The Justice Department reported in July that it had disrupted two Russian propaganda campaigns, both largely aimed at justifying Russia’s invasion of Ukraine and disparaging Ukraine, Poland, and the European Union.
It was, however, the first time the United States had disrupted a “Russian-sponsored Generative AI-enhanced social media bot farm,” FBI Director Christopher Wray said in the statement announcing the discovery of 968 social media accounts on X. The US operation was carried out in connection with cybersecurity agencies in Canada and the Netherlands.
As for those who had grown fond of the internet rantings of Sue Williamson of Gresham well, sorry to break the news, but she never did exist and now she’s gone. Hers was just one of those 968 accounts now voluntarily closed down by X.
Earlier this month Meta disclosed that working on a tip from the FBI it too had removed “inauthentic” pages and accounts on Facebook and Instagram also aimed at disparaging Ukraine and its conduct of the war instigated by Russia.
Meta continues to insist — as recently as its latest quarterly “Adversarial Threat Report” issued this month — that it regulates not content but “coordinated inauthentic behavior” online.
“We view (coordinated inauthentic behavior) as coordinated efforts to manipulate public debate for a strategic goal, in which fake accounts are central to the operation,” it notes in the report. “In each case, people coordinate with one another and use fake accounts to mislead others about who they are and what they are doing. When we investigate and remove these operations, we focus on behavior, not content — no matter who’s behind them, what they post or whether they’re foreign or domestic.”
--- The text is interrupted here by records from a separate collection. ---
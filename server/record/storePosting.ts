import { jacobianKey } from "../../shared/domain/selector.ts";
import type { Writer } from "../db/write.ts";
import type { JudgedPosting } from "../ingest/judgePosting.ts";
import { storeSummary } from "./buildSummary.ts";
import { RecordConflict } from "./conflict.ts";
import { findLane } from "./laneBuilds.ts";
import { storeBlocks } from "./storeBlocks.ts";
import { storeCommits } from "./storeCommits.ts";

export interface StoredPosting {
  readonly laneId: number;
  readonly buildId: number;
  readonly shardId: number;
  /** True where all shards are here and the build is still to be completed. */
  readonly allHere: boolean;
  /** The answer given before, where this body came before; null where that posting was never answered. */
  readonly repeated: { readonly answer: Buffer | null } | null;
}

interface BuildRow {
  readonly id: number;
  readonly state: "receiving" | "complete";
  readonly shardCount: number;
}

/**
 * Puts a judged posting into the record, in the caller's transaction. The key of a posting is (project, lane, commit,
 * run, shard): the same body again changes nothing, another one is refused.
 * @throws RecordConflict
 */
export async function storePosting(
  w: Writer,
  projectId: number,
  posting: JudgedPosting,
  limits: { readonly entries: number; readonly blocks: number },
  now: number,
): Promise<StoredPosting> {
  const { header } = posting;
  const laneId = await ensureLane(w, projectId, header.lane);
  const position = header.shard?.index ?? 0;
  const known = await findBuild(w, laneId, header.commit.sha, projectId, header.run.id);
  const repeated = known && (await findShard(w, known.id, position, posting));
  if (known && repeated) {
    return {
      laneId,
      buildId: known.id,
      shardId: repeated.id,
      allHere: false,
      repeated: { answer: repeated.answer },
    };
  }
  await storeCommits(w, projectId, [...header.history, header.commit]);
  const build = known ?? (await createBuild(w, projectId, laneId, posting, now));
  refuseLateShard(build, posting);
  await refuseTooLarge(w, build.id, posting, limits);
  await storeBlocks(w, projectId, build.id, posting.blocks, posting.tiles);
  const shardId = await createShard(w, build.id, position, posting, now);
  const [{ n }] = await w.select<{ n: number }>("SELECT count(*) AS n FROM shards WHERE buildId = $1", [build.id]);
  return { laneId, buildId: build.id, shardId, allHere: n === build.shardCount, repeated: null };
}

/** Marks a build as whole, `missing` shards aside, and sums it up. */
export async function completeBuild(
  w: Writer,
  buildId: number,
  missing: readonly number[],
  now: number,
): Promise<void> {
  await w.run("UPDATE builds SET state = 'complete', completedAt = $2, missingShards = $3 WHERE id = $1", [
    buildId,
    now,
    JSON.stringify(missing),
  ]);
  await storeSummary(w, buildId);
}

/** Looked for first: an insert that is passed over takes a number of the sequence all the same. */
async function ensureLane(w: Writer, projectId: number, name: string): Promise<number> {
  const known = await findLane(w, projectId, name);
  if (known !== null) return known;
  await w.run("INSERT INTO lanes (projectId, name) VALUES ($1, $2)", [projectId, name]);
  return (await findLane(w, projectId, name)) as number;
}

async function findBuild(
  w: Writer,
  laneId: number,
  sha: string,
  projectId: number,
  runId: string,
): Promise<BuildRow | null> {
  const [build] = await w.select<BuildRow>(
    `SELECT b.id, b.state, b.shardCount FROM builds b JOIN commits c ON c.id = b.commitId
     WHERE b.laneId = $1 AND c.projectId = $2 AND c.sha = $3 AND b.runId = $4`,
    [laneId, projectId, sha, runId],
  );
  return build ?? null;
}

async function findShard(
  w: Writer,
  buildId: number,
  position: number,
  posting: JudgedPosting,
): Promise<{ id: number; answer: Buffer | null } | null> {
  const [shard] = await w.select<{ id: number; bodyHash: Buffer; answer: Buffer | null }>(
    "SELECT id, bodyHash, answer FROM shards WHERE buildId = $1 AND position = $2",
    [buildId, position],
  );
  if (shard === undefined) return null;
  if (shard.bodyHash.equals(posting.bodyHash)) return shard;
  const { run, commit, shard: told } = posting.header;
  const which = told ? `shard ${told.index} of run ${run.id}` : `run ${run.id}`;
  throw new RecordConflict(
    "conflict",
    `Another body was posted for ${which} of commit ${commit.sha.slice(0, 12)} already. A new run needs its own run.id.`,
  );
}

async function createBuild(
  w: Writer,
  projectId: number,
  laneId: number,
  posting: JudgedPosting,
  now: number,
): Promise<BuildRow> {
  const { run, commit, shard } = posting.header;
  const time = (text: string | undefined) => (text === undefined ? null : Date.parse(text));
  await w.run(
    `INSERT INTO builds (projectId, laneId, commitId, runId, runUrl, startedAt, finishedAt, state, shardCount, createdAt)
     SELECT $1, $2, id, $4, $5, $6, $7, 'receiving', $8, $9 FROM commits WHERE projectId = $1 AND sha = $3`,
    [
      projectId,
      laneId,
      commit.sha,
      run.id,
      run.url ?? null,
      time(run.startedAt),
      time(run.finishedAt),
      shard?.count ?? 1,
      now,
    ],
  );
  return (await findBuild(w, laneId, commit.sha, projectId, run.id)) as BuildRow;
}

function refuseLateShard(build: BuildRow, posting: JudgedPosting): void {
  const { run, shard } = posting.header;
  const count = shard?.count ?? 1;
  if (build.shardCount !== count) {
    throw new RecordConflict("conflict", `Run ${run.id} was begun with ${build.shardCount} shards, not ${count}.`);
  }
  if (build.state === "complete") {
    throw new RecordConflict("conflict", `Run ${run.id} was closed without shard ${shard?.index ?? 0}.`);
  }
}

async function refuseTooLarge(
  w: Writer,
  buildId: number,
  posting: JudgedPosting,
  limits: { readonly entries: number; readonly blocks: number },
): Promise<void> {
  const [before] = await w.select<{ entries: number; blocks: number; probes: number }>(
    `SELECT COALESCE(sum(s.rowCount * s.columnCount), 0) AS entries,
       count(DISTINCT json_array(b.model, b.point, b.output, b.input)) AS blocks, count(nullif(b.probe, '')) AS probes
     FROM build_blocks bb JOIN snapshots s ON s.id = bb.snapshotId JOIN blocks b ON b.id = bb.blockId
     WHERE bb.buildId = $1`,
    [buildId],
  );
  const entries = posting.blocks.reduce((sum, { snapshot }) => sum + snapshot.rows * snapshot.columns, before.entries);
  const blocks = before.blocks + new Set(posting.blocks.map(jacobianKey)).size;
  const probes = before.probes + posting.blocks.filter(({ probe }) => probe !== "").length;
  if (entries > limits.entries) {
    throw new RecordConflict("too-large", `The build has ${entries} entries, at most ${limits.entries} are taken.`);
  }
  for (const [count, what] of [[blocks, "blocks"] as const, [probes, "probes"] as const]) {
    if (count <= limits.blocks) continue;
    throw new RecordConflict("too-large", `The build has ${count} ${what}, at most ${limits.blocks} are taken.`);
  }
}

async function createShard(
  w: Writer,
  buildId: number,
  position: number,
  posting: JudgedPosting,
  now: number,
): Promise<number> {
  await w.run("INSERT INTO shards (buildId, position, bodyHash, bytes, receivedAt) VALUES ($1, $2, $3, $4, $5)", [
    buildId,
    position,
    Buffer.from(posting.bodyHash),
    posting.bytes,
    now,
  ]);
  const [shard] = await w.select<{ id: number }>("SELECT id FROM shards WHERE buildId = $1 AND position = $2", [
    buildId,
    position,
  ]);
  return shard.id;
}
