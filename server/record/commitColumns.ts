import { commitOrder } from "../../shared/history/commitOrder.ts";
import type { ProjectGraph } from "./commitGraph.ts";

/** All commits of a project in commit order, oldest first: the default branch's line, then what else is known. */
export function commitColumns({ graph, defaultTip, tips }: ProjectGraph): string[] {
  const heads = graph.topological().filter((sha) => graph.childrenAt(graph.placeOf(sha)).length === 0);
  const byPlace = (a: string, b: string) => graph.placeOf(a) - graph.placeOf(b);
  const others = [...new Set([...tips.values(), ...heads])].sort(byPlace);
  return commitOrder(graph, defaultTip === null ? others : [defaultTip, ...others]);
}
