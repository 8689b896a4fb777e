import type { Reader } from "../db/reader.ts";

/** What postings told of a commit beside its place in the graph. */
export interface CommitFacts {
  readonly sha: string;
  readonly subject: string | null;
  readonly author: string | null;
  readonly committedAt: number | null;
  readonly changedPaths: readonly string[] | null;
  readonly branch: string | null;
}

type Row = Omit<CommitFacts, "changedPaths"> & { readonly changedPaths: string | null };

/** Facts by sha; commits that are not known are not in the answer. */
export async function loadCommitFacts(
  reader: Reader,
  projectId: number,
  shas: readonly string[],
): Promise<Map<string, CommitFacts>> {
  const rows = await reader.select<Row>(
    `SELECT sha, subject, authorName AS author, committedAt, changedPaths,
       (SELECT branch FROM commit_branches b WHERE b.commitId = c.id ORDER BY branch LIMIT 1) AS branch
     FROM commits c WHERE projectId = $1 AND sha IN (SELECT value FROM json_each($2))`,
    [projectId, JSON.stringify(shas)],
  );
  return new Map(
    rows.map((row) => [
      row.sha,
      { ...row, changedPaths: row.changedPaths === null ? null : (JSON.parse(row.changedPaths) as string[]) },
    ]),
  );
}
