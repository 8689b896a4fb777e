import type { Signature } from "../../shared/schemas/break.ts";

/** A signature as the record has it; older ones do not tell where in the block. */
export type StoredSignature = Pick<Signature, "code" | "share" | "detail"> & Partial<Signature>;

export function presentSignature(stored: StoredSignature): Signature {
  const { code, scope, row, column, share, detail, alternatives } = stored;
  return {
    code,
    scope: scope ?? "block",
    row: row ?? null,
    column: column ?? null,
    share,
    detail,
    alternatives: alternatives ?? [],
  };
}
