import { TILE_ENTRIES } from "../../shared/domain/limits.ts";
import type { Reader } from "../db/reader.ts";
import { PLANE_WIDTH } from "../ingest/planes.ts";
import type { PlaneName, PlaneTiles } from "../ingest/planes.ts";
import { oneOfTile, RAW } from "../ingest/tiles.ts";
import { tilesOf } from "./readPlanes.ts";

/** Where an entry's number stands: the planes of a snapshot (or motion) and its flat index there. */
export interface EntryPlace {
  readonly planes: readonly PlaneTiles<number>[];
  readonly entry: number;
}

/**
 * The number of a plane at one entry in each of many snapshots, NaN where a snapshot has no such plane. Of tiles that
 * are stored plain only the bytes of that number are read, so that a long history of one entry stays quick.
 */
export async function loadEntryNumbers(
  reader: Reader,
  name: PlaneName,
  places: readonly EntryPlace[],
): Promise<Float64Array> {
  const width = PLANE_WIDTH[name];
  const tileOf = ({ planes, entry }: EntryPlace) => tilesOf(planes, name)[Math.floor(entry / TILE_ENTRIES)];
  const wanted = new Map<string, { tile: number; within: number }>();
  for (const place of places) {
    const tile = tileOf(place);
    const within = place.entry % TILE_ENTRIES;
    if (tile !== undefined) wanted.set(`${tile} ${within}`, { tile, within });
  }
  const rows = await reader.select<{ tile: number; within: number; encoding: number; bytes: Buffer }>(
    `SELECT w.value ->> 'tile' AS tile, w.value ->> 'within' AS within, t.encoding,
       CASE t.encoding WHEN ${RAW} THEN substr(t.data, 1 + (w.value ->> 'within') * $2, $2) ELSE t.data END AS bytes
     FROM json_each($1) w JOIN tiles t ON t.id = w.value ->> 'tile'`,
    [JSON.stringify([...wanted.values()]), width],
  );
  const numbers = new Map<string, number>();
  for (const { tile, within, encoding, bytes } of rows) {
    const one = encoding === RAW ? bytes : oneOfTile(encoding, bytes, width, within);
    numbers.set(`${tile} ${within}`, numberIn(new DataView(one.buffer, one.byteOffset, width), width));
  }
  return Float64Array.from(places, (place) => numbers.get(`${tileOf(place)} ${place.entry % TILE_ENTRIES}`) ?? NaN);
}

function numberIn(view: DataView, width: 8 | 4 | 1): number {
  if (width === 8) return view.getFloat64(0, true);
  return width === 4 ? view.getFloat32(0, true) : view.getUint8(0);
}
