import type { Writer } from "../db/write.ts";
import { hashKey } from "../ingest/tiles.ts";
import { unpackTiles } from "../ingest/tileSet.ts";
import type { PackedTiles } from "../ingest/tileSet.ts";

const ROWS_PER_STATEMENT = 100;

/**
 * Stores the tiles that are not in the record yet and answers with the id of each, in the order of the pack.
 */
export async function storeTiles(w: Writer, packed: PackedTiles): Promise<Uint32Array> {
  const tiles = unpackTiles(packed);
  const hashes = tiles.map((tile) => tile.hash);
  const known = await idsByHash(w, "tiles", hashes);
  const fresh = tiles.filter((tile) => !known.has(hashKey(tile.hash)));
  await w.insertOrIgnore(
    "tiles",
    ["hash", "encoding", "data"],
    fresh.map((tile) => [tile.hash, tile.encoding, tile.data]),
    ROWS_PER_STATEMENT,
  );
  const added = await idsByHash(
    w,
    "tiles",
    fresh.map((tile) => tile.hash),
  );
  return Uint32Array.from(hashes, (hash) => (known.get(hashKey(hash)) ?? added.get(hashKey(hash))) as number);
}

/** Ids of the rows of a content-addressed table whose hash is one of those given, by `hashKey`. */
export async function idsByHash(
  w: Writer,
  table: "tiles" | "snapshots" | "motions" | "coverages" | "block_details",
  hashes: readonly Uint8Array[],
): Promise<Map<string, number>> {
  const ids = new Map<string, number>();
  for (let first = 0; first < hashes.length; first += HASHES_PER_QUERY) {
    const part = hashes.slice(first, first + HASHES_PER_QUERY);
    const rows = await w.select<{ id: number; hash: Buffer }>(
      `SELECT id, hash FROM ${table} WHERE hash IN (${part.map((_, at) => `$${at + 1}`).join(", ")})`,
      part.map((hash) => Buffer.from(hash)),
    );
    for (const { id, hash } of rows) ids.set(hashKey(hash), id);
  }
  return ids;
}

const HASHES_PER_QUERY = 500;
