/**
 * The Okabe-Ito palette, which people with any kind of colour vision tell apart (Color Universal Design, 2008), in the
 * nearest of the 256 terminal colours. Colour only repeats what letters and fills say.
 */
const OKABE_ITO = [75, 214, 36, 175, 227, 166, 32, 250]
/** A fill of its own for each food, so that a stack reads in one colour. */
const FILLS = ['█', '▒', '▓', '░', '▚', '▞', '▤', '▥']
const ASCII_FILLS = ['#', ':', '%', '.', 'x', '+', '=', 'o']

export const fillOf = (food: number, ascii = false): string => (ascii ? ASCII_FILLS : FILLS)[food % 8]!

/** The letter by which a food of a plate is known: a, b, c ... */
export const letterOf = (food: number): string => String.fromCharCode(97 + (food % 26))

/** A text in the colour of a food. */
export const inFoodColour = (food: number, text: string): string =>
  `\u001b[38;5;${OKABE_ITO[food % 8]}m${text}\u001b[39m`
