import { STAVE_MEMBERS, STAVES, type Stave, type Staves, stavesOf } from './amino-acids.ts'
import type { Pattern } from './pattern.ts'
import type { Portion, ProteinSource } from './protein-source.ts'

/**
 * Digestible mg of one stave's amino acids in 1 g of a food's crude protein. Each amino acid is made digestible
 * with its own coefficient before the members of a pair are added (FAO Food and Nutrition Paper 92, 2013).
 *
 * @example lysine 28 mg/g at 0.82 (wheat) gives 22.96 mg/g
 */
export function digestibleMgPerG(
  food: Pick<ProteinSource, 'aminoMgPerG' | 'digestibility'>,
  stave: Stave,
): number {
  let mg = 0
  for (const aminoAcid of STAVE_MEMBERS[stave])
    mg += food.aminoMgPerG[aminoAcid] * food.digestibility[aminoAcid]
  return mg
}

/** Crude protein (N x 6.25) of some portions together, in g. */
export function crudeProteinOf(portions: readonly Portion[]): number {
  let g = 0
  for (const { food, grams } of portions) g += (grams / 100) * food.per100g.crudeProteinG
  return g
}

/**
 * The staves of a plate: each indispensable amino acid, digestible, as % of the pattern. Over a mixture the
 * digestible amounts and the protein are summed over the foods first (FAO Food and Nutrition Paper 92, 2013).
 * `null` where there is no protein to score.
 */
export function stavesOfPlate(portions: readonly Portion[], pattern: Pattern): Staves | null {
  const proteinG = crudeProteinOf(portions)
  if (!(proteinG > 0)) return null
  return stavesOf(stave => {
    let mg = 0
    for (const { food, grams } of portions) {
      mg += (grams / 100) * food.per100g.crudeProteinG * digestibleMgPerG(food, stave)
    }
    return (100 * mg) / (proteinG * pattern.mgPerG[stave])
  })
}

/** The shortest stave: the limiting amino acid. Of two that tie, the first in the order of STAVES. */
export function shortestStave(staves: Staves): Stave {
  return STAVES.reduce((shortest, stave) => (staves[stave] < staves[shortest] ? stave : shortest))
}
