/** The eleven amino acids that the composition table carries, in the order of the IUPAC names used throughout. */
export const AMINO_ACIDS = [
  'his',
  'ile',
  'leu',
  'lys',
  'met',
  'cys',
  'phe',
  'tyr',
  'thr',
  'trp',
  'val',
] as const
export type AminoAcid = (typeof AMINO_ACIDS)[number]

/** One figure for each of the eleven amino acids (its unit is the owner's: mg per g, or a fraction). */
export type AminoProfile = Record<AminoAcid, number>

/**
 * The nine staves: the indispensable amino acids as scored. The sulphur pair (Met+Cys) and the aromatic
 * pair (Phe+Tyr) count as one each, because the body makes the second of the pair from the first.
 * Source: FAO Food and Nutrition Paper 92 (2013).
 */
export const STAVES = ['his', 'ile', 'leu', 'lys', 'saa', 'aaa', 'thr', 'trp', 'val'] as const
export type Stave = (typeof STAVES)[number]
export type Staves = Record<Stave, number>

/** The amino acids that stand in each stave. */
export const STAVE_MEMBERS: Record<Stave, readonly AminoAcid[]> = {
  his: ['his'],
  ile: ['ile'],
  leu: ['leu'],
  lys: ['lys'],
  saa: ['met', 'cys'],
  aaa: ['phe', 'tyr'],
  thr: ['thr'],
  trp: ['trp'],
  val: ['val'],
}

/** Short labels for charts. */
export const STAVE_LABELS: Record<Stave, string> = {
  his: 'His',
  ile: 'Ile',
  leu: 'Leu',
  lys: 'Lys',
  saa: 'SAA',
  aaa: 'AAA',
  thr: 'Thr',
  trp: 'Trp',
  val: 'Val',
}

/** Full names for sentences. */
export const STAVE_NAMES: Record<Stave, string> = {
  his: 'histidine',
  ile: 'isoleucine',
  leu: 'leucine',
  lys: 'lysine',
  saa: 'methionine + cysteine',
  aaa: 'phenylalanine + tyrosine',
  thr: 'threonine',
  trp: 'tryptophan',
  val: 'valine',
}

/** A record over the nine staves, one value each. */
export function stavesOf(value: (stave: Stave) => number): Staves {
  return Object.fromEntries(STAVES.map(stave => [stave, value(stave)])) as Staves
}

/** A record over the eleven amino acids, one value each. */
export function profileOf(value: (aminoAcid: AminoAcid) => number): AminoProfile {
  return Object.fromEntries(AMINO_ACIDS.map(aminoAcid => [aminoAcid, value(aminoAcid)])) as AminoProfile
}
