import { STAVE_NAMES, STAVES, type Staves } from '../../nutrition/amino-acids.ts'
import type { Pattern } from '../../nutrition/pattern.ts'
import type { Portion } from '../../nutrition/protein-source.ts'
import { shortestStave } from '../../nutrition/staves.ts'
import { wholePercent } from './figures.ts'
import { lyingStaves } from './lying.ts'
import { stacksOf } from './stacks.ts'
import { verticalStaves } from './vertical.ts'

export interface DrawOptions {
  portions: readonly Portion[]
  pattern: Pattern
  /** columns to draw in */
  width: number
  /** rows of the staves, without the two lines of labels (10) */
  height?: number
  colour?: boolean
  /** only letters of ASCII, for terminals without block elements */
  ascii?: boolean
}

/** Narrower than this the staves are laid down: a line a stave. */
const UPRIGHT_FROM_COLUMNS = 56
/** Never a full block: sketches that stand under one another in a list would run together. */
const LEVELS = ['▁', '▂', '▃', '▄', '▅', '▆', '▇']
/** The highest level, % of the pattern. */
const SKETCH_REACH = 120

/**
 * The staves: nine upright bars, each stacked by food, the pattern's 100 line and the water line at the shortest
 * stave. A food has a letter and a fill of its own; the tops are exact to an eighth of a row. Returns the lines; none
 * where there is no protein.
 */
export function drawStaves(options: DrawOptions): string[] {
  const stacks = stacksOf(options.portions, options.pattern)
  if (stacks.length === 0) return []
  return options.width < UPRIGHT_FROM_COLUMNS ? lyingStaves(stacks, options) : verticalStaves(stacks, options)
}

/** The nine staves in words, for screen readers and pipes. */
export function stavesAsText(staves: Staves): string {
  const shortest = shortestStave(staves)
  const list = STAVES.map(stave => `${STAVE_NAMES[stave]} ${wholePercent(staves[stave])}`).join(', ')
  return `In % of the pattern: ${list}. Shortest: ${STAVE_NAMES[shortest]}.`
}

/** A sketch of the staves in nine characters, in their order; the highest is 120 % of the pattern or more. */
export function stavesSketch(staves: Staves, ascii = false): string {
  return STAVES.map(stave => {
    const share = Math.min(1, staves[stave] / SKETCH_REACH)
    const level = Math.max(1, Math.round(share * LEVELS.length))
    return ascii ? String(level) : LEVELS[level - 1]!
  }).join('')
}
Russia remains a top violator of the policy and during the past quarter had 139 Facebook accounts and 20 Instagram accounts removed — many of them targeting Ukraine, its neighbors, or other countries in Europe.
Another 96 Facebook accounts originating in the United States and operating domestically were also dismantled by its parent, Meta. Most of the accounts were centered around “a fictitious political advocacy group — the Patriots Run Project” attempting to attract “real conservatives” in such key battleground states as Arizona, Michigan, Nevada, Ohio, Pennsylvania, Wisconsin, and North Carolina.
And while the accounts originated here, as the US Director of National Intelligence warned last month, “Foreign actors continue to rely on witting and unwitting Americans to seed, promote, and add credibility to narratives that serve the foreign actors’ interests,” particularly through social media.
And surely it’s no coincidence that the Justice Department has recently begun to probe Americans who have worked here and abroad for Russian state media.
What used to be a straightforward process of the FBI and social media organizations finding common ground to protect the public from disinformation has been complicated by the recent legal case brought by two Republican attorneys general challenging how far the government could go to fight disinformation on the internet. The US Supreme Court found in favor of the Biden administration but left unsettled where that First Amendment line should be drawn.
The government and social media companies — some brought reluctantly to the party — are slowly working to rebuild a relationship that is critical to the battle against disinformation.
Meanwhile, the most appealing target of all for belligerent foreign actors — the US presidential election — grows closer.
And Meta, however self-serving, offered up a valuable — if obvious — piece of advice in its latest cybersecurity report:
“We encourage influential figures and the public at large to remain vigilant to avoid playing into the hands of deceptive operations attempting to manipulate public debate.”
In other words, don’t believe everything you read online. Disinformation is one of the prices we pay for living in a free and open society — but we don’t have to fall for it.